Personal information
- Full name: Lucas de Lima Tagliapietra
- Date of birth: 5 November 1990 (age 35)
- Place of birth: Alegrete, Brazil
- Height: 1.94 m (6 ft 4 in)
- Position: Centre-back

Team information
- Current team: São Vicente Irivo

Youth career
- Juventude

Senior career*
- Years: Team / Apps / (Gls)
- 2010–2011: Santa Cruz-RS / 2 / (0)
- 2011–2012: TSW Pegasus / 13 / (0)
- 2012–2013: Dacia Chișinău / 15 / (0)
- 2013–2015: Milsami / 12 / (1)
- 2015–2016: Hamilton Academical / 40 / (4)
- 2016–2017: Boavista / 31 / (3)
- 2017: LDU Quito / 19 / (2)
- 2018–2019: Al-Batin / 26 / (0)
- 2019–2020: Boavista / 12 / (2)
- 2020–2021: Portimonense / 5 / (0)
- 2021–2023: Penafiel / 41 / (3)
- 2025–: São Vicente Irivo / 0 / (0)

= Lucas Tagliapietra =

Brazilian footballer

Lucas de Lima Tagliapietra (born 5 November 1990), known simply as Lucas, is a Brazilian professional footballer who plays as a centre-back for Portuguese club São Vicente Irivo.

==Career==
Born in Alegrete, Rio Grande do Sul, Lucas began his career in the state with Santa Cruz in 2010. He then played for TSW Pegasus FC, where he was twice Hong Kong league runner-up, and once a domestic cup finalist.
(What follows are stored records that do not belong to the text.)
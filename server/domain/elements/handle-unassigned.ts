import { and, inArray } from 'drizzle-orm'
import type { z } from 'zod'
import type { ElementSetOut, whichUnassigned } from '#shared/schemas/elements'
import type { Db } from '~~/server/database/client'
import { elementSets } from '~~/server/database/schema'
import { recordAudit, recordAudits } from '../audit'
import type { Deps } from '../context'
import { DomainError } from '../errors'
import { getElementSet } from './read-element-sets'
import { droppedReason } from './store-batch'
import { isHandled, isMeant } from './unassigned-sets'
import { findSet } from './use-element-set'

export type Handling = 'open' | 'kept' | 'dropped'
type Which = z.output<typeof whichUnassigned>

const rowsAtOnce = 5000
const actions: Record<Handling, string> = { open: 'element-set.reopen', kept: 'element-set.keep', dropped: 'element-set.drop' }

/**
 * What is done about sets that belong to no spacecraft: kept on purpose, dropped (refused, with that reason), or put back
 * to be decided on. All that the request means or none; sets that belong to somebody, or stand there already, are left.
 */
export async function handleUnassigned(deps: Deps, to: Handling, which: Which): Promise<{ changed: number }> {
  return deps.db.transaction(async (tx) => {
    const inner = { ...deps, db: tx }
    let changed = 0
    for (let ids = await change(inner, to, which); ids.length > 0; ids = await change(inner, to, which)) {
      changed += ids.length
      if (which.ids) await recordAudits(inner, ids.map(id => ({ action: actions[to], entityKind: 'element-set', entityId: id, after: valuesOf(deps, to) })))
    }
    // Two hundred thousand rows of the trail would say no more than one.
    if (!which.ids && changed > 0) await recordAudit(inner, { action: `${actions[to]}s`, entityKind: which.uploadId ? 'element-upload' : 'element-sets', entityId: which.uploadId ?? 'unassigned', after: { ...which, count: changed } })
    return { changed }
  })
}

/** The same for one set, which must belong to no spacecraft and not stand there already. */
export async function handleOneUnassigned(deps: Deps, to: 'kept' | 'dropped', { id }: { id: string }): Promise<ElementSetOut> {
  const { changed } = await handleUnassigned(deps, to, { ids: [id] })
  if (changed === 0) {
    const set = await findSet(deps.db, id)
    throw new DomainError('conflict', set.spacecraftId !== null ? 'This set belongs to a spacecraft: put it into use or refuse it there.' : `This set is ${to === 'kept' ? 'kept' : 'dropped'} already.`)
  }
  return getElementSet(deps, id)
}

function valuesOf({ now, actor }: Deps, to: Handling): Partial<typeof elementSets.$inferInsert> {
  if (to === 'dropped') return { state: 'refused', keptAt: null, decidedAt: now, decidedBy: actor.name, reason: droppedReason }
  return { state: 'waiting', keptAt: to === 'kept' ? now : null, decidedAt: null, decidedBy: null, reason: null }
}

const others: Record<Handling, readonly [Handling, Handling]> = { open: ['kept', 'dropped'], kept: ['open', 'dropped'], dropped: ['open', 'kept'] }

async function change(deps: Deps & { db: Db }, to: Handling, which: Which): Promise<string[]> {
  const { db } = deps
  // A whole search or upload means what lies open, or what is on the pile that is looked at; named ones wherever they are.
  const from = which.ids ? others[to] : [which.handling ?? (to === 'open' ? 'dropped' : 'open')]
  for (const handling of from) {
    if (handling === to) continue
    const some = db.select({ id: elementSets.id }).from(elementSets).where(and(isHandled(handling), isMeant(db, which))).limit(rowsAtOnce).for('update')
    const rows = await db.update(elementSets).set(valuesOf(deps, to)).where(inArray(elementSets.id, some)).returning({ id: elementSets.id })
    if (rows.length > 0) return rows.map(({ id }) => id)
  }
  return []
}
After that he moved to Moldova's FC Dacia Chișinău, and in 2013 transferred to another team in their league, FC Milsami. He left the club when they were in fifth position.
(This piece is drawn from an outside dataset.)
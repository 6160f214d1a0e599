import { defineRoute } from '~~/server/http/define-route'
import { serveFeedList } from '~~/server/http/serve-feed-list'

export default defineRoute('GET /api/station/v1/tables', serveFeedList)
Lucas signed for Scottish club Hamilton Academical on a one-year contract on 30 January 2015. He made his debut in the Scottish Premiership on 22 February, replacing Martin Canning for the last seven minutes of a 4–0 defeat away to league leaders Celtic. On 16 May he scored his first goal for the club, heading in Ali Crawford's corner to open an eventual 2–1 loss away to Ross County. After breaking into the first-team he extended his contract with the club in May 2015, until the end of the 2015–16 season.

Lucas left The Accies in July 2016, and signed a contract with Boavista F.C. as a free agent. He scored his first goal for the club in the first day of the season, in a 2–0 home win against Arouca on 14 August. On 18 September, his errors led to both goals in a 2–1 loss to Feirense also at the Estádio do Bessa; the latter was a handball that denied a goal for Platiny and earned a red card. Manager Erwin Sánchez said that the blame for the defeat was shared across the whole team, not just Lucas.
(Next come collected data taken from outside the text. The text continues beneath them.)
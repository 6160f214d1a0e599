import type { SQL } from 'drizzle-orm'
import { and, eq, inArray, isNotNull, isNull, or, sql } from 'drizzle-orm'
import type { z } from 'zod'
import type { handlingSchema, whichUnassigned } from '#shared/schemas/elements'
import type { Db } from '~~/server/database/client'
import { elementSets, elementUploadHeld } from '~~/server/database/schema'
import { droppedReason } from './store-batch'

type Handling = z.output<typeof handlingSchema>

/** Sets of no spacecraft, by what has been done about them. */
export function isHandled(handling: Handling): SQL | undefined {
  const ofNone = isNull(elementSets.spacecraftId)
  const handled: Record<Handling, SQL | undefined> = {
    open: and(eq(elementSets.state, 'waiting'), isNull(elementSets.keptAt)),
    kept: and(eq(elementSets.state, 'waiting'), isNotNull(elementSets.keptAt)),
    dropped: and(eq(elementSets.state, 'refused'), eq(elementSets.reason, droppedReason)),
  }
  return and(ofNone, handled[handling])
}

/** Sets that an upload brought, and those that it brought again. */
export function isOfUpload(db: Pick<Db, 'select'>, uploadId: string): SQL {
  const again = db.select({ id: elementUploadHeld.elementSetId }).from(elementUploadHeld).where(eq(elementUploadHeld.uploadId, uploadId))
  const brought = db.select({ id: elementSets.id }).from(elementSets).where(eq(elementSets.uploadId, uploadId))
  return inArray(elementSets.id, sql`(${brought} UNION ALL ${again})`)
}

/** Name or designator that hold the text, or a catalogue number that begins with it. */
export function isFound(text: string): SQL | undefined {
  const literal = text.trim().replace(/[\\%_]/g, '\\$&')
  const number = /^\d+$/.test(literal) ? sql`ltrim(${elementSets.catalogueNumber}, '0') LIKE ${`${literal.replace(/^0+(?=\d)/, '')}%`}` : undefined
  return or(number, sql`${elementSets.name} ILIKE ${`%${literal}%`}`, sql`${elementSets.designator} ILIKE ${`%${literal}%`}`)
}

/** Those that a request means: named one by one, or all of an upload or a search. */
export function isMeant(db: Pick<Db, 'select'>, { ids, uploadId, q }: z.output<typeof whichUnassigned>): SQL | undefined {
  return and(ids ? inArray(elementSets.id, ids) : undefined, uploadId ? isOfUpload(db, uploadId) : undefined, q ? isFound(q) : undefined)
}

/** How many wait for somebody, and how many stand where of those that belong to no spacecraft. */
export async function countSets({ db }: { db: Db }): Promise<{ waiting: number, open: number, kept: number, dropped: number }> {
  return {
    waiting: await db.$count(elementSets, and(eq(elementSets.state, 'waiting'), isNotNull(elementSets.spacecraftId))),
    open: await db.$count(elementSets, isHandled('open')),
    kept: await db.$count(elementSets, isHandled('kept')),
    dropped: await db.$count(elementSets, isHandled('dropped')),
  }
}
In June 2017, Lucas returned to South America when he signed a four-year deal at LDU Quito in Ecuador, who purchased 50% of his economic rights.

After a year at Al Batin FC in the Saudi Professional League, Lucas returned to Boavista on a two-year deal in July 2019. He left again after one season and signed a contract of the same length for Portimonense in September 2020.

On 27 July 2021, Lucas signed a two-year deal with Liga Portugal 2 side Penafiel. At the end of the 2022–23 season, his contract expired and he left the club.

In August 2025, after two years as a free agent, Lucas joined Penafiel-based side São Vicente de Irivo, competing in AF Porto's Divisão de Honra, equivalent to Portugal's 7th tier.

==Personal life==
Lucas also has an Italian passport, allowing him to play in the United Kingdom without a work permit.